Is there a energy lower to -13.6 eV in a given atom/element?

Question

The Hydrogen atom fundamental energy is -13.6 eV.

Is there an atom that has an energy level lower to -13.6 eV ?

if no, then why, in semiconductor physics, the integral on energy start at $-\infty$ instead of $-13.6\ eV$ ?

Answer 1

The integrals in semiconductor physics usually have a factor of density of states $\rho(E)$ which goes to zero outside certain energy limits. So you can integrate to infinity, but the density of states will only be non-zero for certain ranges.

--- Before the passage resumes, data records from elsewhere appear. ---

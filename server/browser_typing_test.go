package main

import (
	"net/http"
	"net/http/httptest"
	"net/http/httputil"
	"net/url"
	"testing"

	"github.com/chromedp/chromedp/kb"
)

// gate stands between the browser and the program and can hold back edits, so
// that a test decides how late an answer is.
type gate struct {
	arrived chan struct{} // one for each edit that is held back
	open    chan struct{} // closed when edits may go on
}

// serveGated starts the program behind a gate that is shut for edits, and
// returns the address to visit.
func serveGated(t *testing.T) (string, *gate) {
	t.Helper()
	program, err := url.Parse(serveFresh(t))
	if err != nil {
		t.Fatal(err)
	}
	g := &gate{arrived: make(chan struct{}, 100), open: make(chan struct{})}
	proxy := &httputil.ReverseProxy{Rewrite: func(r *httputil.ProxyRequest) {
		r.SetURL(program)
		r.Out.Host = r.In.Host // the browser's own words for where it is
	}}
	front := httptest.NewServer(http.HandlerFunc(func(w http.ResponseWriter, r *http.Request) {
		if r.Method == http.MethodPost && r.Header.Get("HX-Request") != "" {
			g.arrived <- struct{}{}
			<-g.open
		}
		proxy.ServeHTTP(w, r)
	}))
	t.Cleanup(front.Close)
	return front.URL, g
}

func TestALateAnswerTakesNothingFromWhatIsTyped(t *testing.T) {
	home, g := serveGated(t)
	b := openTab(t, home, "/builds/1")
	b.reach("textbox", "how many alike")
	b.fill("1")
	<-g.arrived // the program is asked about "1" and has not answered
	b.press("7")
	close(g.open)
	b.waitKept()
	b.wait("the second edit to be kept", `document.querySelector("#summary-0").textContent.includes("17")`)
	if got := eval[string](b, theField); got != "17" {
		t.Errorf("the field holds %q after a late answer, want what was typed, 17", got)
	}
	if got := b.focused(); got != "textbox how many alike" {
		t.Errorf("the focus went to %q", got)
	}
}

func TestCaretAndFocusStayWhileThePageFollows(t *testing.T) {
	b := openTab(t, serveFresh(t), "/builds/1")
	b.wait("the title's field", `document.querySelector("h1 input")`)
	b.reach("textbox", "Title")
	b.fill("Harbour wall")
	b.waitKept()
	b.press(kb.Home, kb.ArrowRight, kb.ArrowRight, kb.ArrowRight)
	b.press("xy")
	b.waitKept()
	b.press("z")
	b.waitKept()
	if got := eval[string](b, theField); got != "Harxyzbour wall" {
		t.Errorf("typed in the middle of a word, the field holds %q", got)
	}
	if at := eval[int](b, `document.activeElement.selectionStart`); at != 6 {
		t.Errorf("the caret stands at %d, want 6", at)
	}
	if title := eval[string](b, `fetch("/api/builds/1").then(r => r.json()).then(d => d.title)`); title != "Harxyzbour wall" {
		t.Errorf("kept is %q", title)
	}
}

func TestAWrongValueStaysBesideItsFieldAndTheRestIsKept(t *testing.T) {
	b := openTab(t, serveFresh(t), "/")
	b.reach("button", "New build")
	b.press(kb.Enter)
	b.wait("the build", `document.getElementById("build")`)
	b.reach("textbox", "voltage")
	b.fill("about twelve")
	b.wait("the field to be marked", `document.activeElement.getAttribute("aria-invalid") === "true"`)
	said := eval[string](b, `document.activeElement.getAttribute("aria-describedby").split(" ").
		map(id => document.getElementById(id)).find(e => e.matches(".error")).innerText`)
	if said == "" {
		t.Error("no reason stands beside the field")
	}
	if got := eval[string](b, theField); got != "about twelve" {
		t.Errorf("the field holds %q, want what was typed", got)
	}
	if eval[bool](b, isKept) {
		t.Error("the page says kept, although a field is not")
	}

	b.reach("textbox", "rated current")
	b.fill("2 A")
	b.wait("the right field to be kept", `fetch(location.pathname.replace("/builds", "/api/builds")).
		then(r => r.json()).then(d => d.supply.max_current === 2)`)
	if got := eval[string](b, `[...document.querySelectorAll("#build input")].find(e => e.computedName === "voltage").value`); got != "about twelve" {
		t.Errorf("another edit changed the wrong field to %q", got)
	}
	b.reachBack("textbox", "voltage")
	b.fill("12,5")
	b.wait("the mark to go", `document.activeElement.getAttribute("aria-invalid") !== "true"`)
	b.waitKept()
	if volts := eval[float64](b, `fetch(location.pathname.replace("/builds", "/api/builds")).
		then(r => r.json()).then(d => d.supply.voltage.typ ?? d.supply.voltage)`); volts != 12.5 {
		t.Errorf("a decimal comma kept %v V, want 12.5", volts)
	}
}

func TestEditsAreUndoneAndRedone(t *testing.T) {
	b := openTab(t, serveFresh(t), "/builds/2")
	title := `document.querySelector("h1 input").value`
	first := eval[string](b, title)
	b.reach("textbox", "Title")
	b.fill("Another name")
	b.waitKept()
	b.reach("button", "Undo")
	b.press(kb.Enter)
	b.wait("the first title", title+` === `+quote(first))
	b.wait("redo to be offered", `!document.getElementById("redo").disabled`)
	b.reach("button", "Redo")
	b.press(kb.Enter)
	b.wait("the second title", title+` === "Another name"`)
	b.waitKept()
	b.do("reload", reload())
	if got := eval[string](b, title); got != "Another name" {
		t.Errorf("after a reload the title is %q", got)
	}
}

Mathematically then, if you want to integrate a function $f(E)$, you are replacing a sum over energy states by an integral times the density of states.

$$\int_{-\infty}^{\infty} \rho(E) f(E) dE \leftrightarrow\sum_{E_i} f(E_i)$$

You can see the density of states below from this link. For silicon the relevant bands span about 20 eV.

Answer 2

Yes. Neglecting effects of other electrons, the ground-state energy scales like $Z^2$. So probably all other elements have more negative ground-state energies than hydrogen does.

I recommend reviewing either the Bohr or Schrodinger models for a hydrogen-like atom that has a nucleus that has $Z$ protons.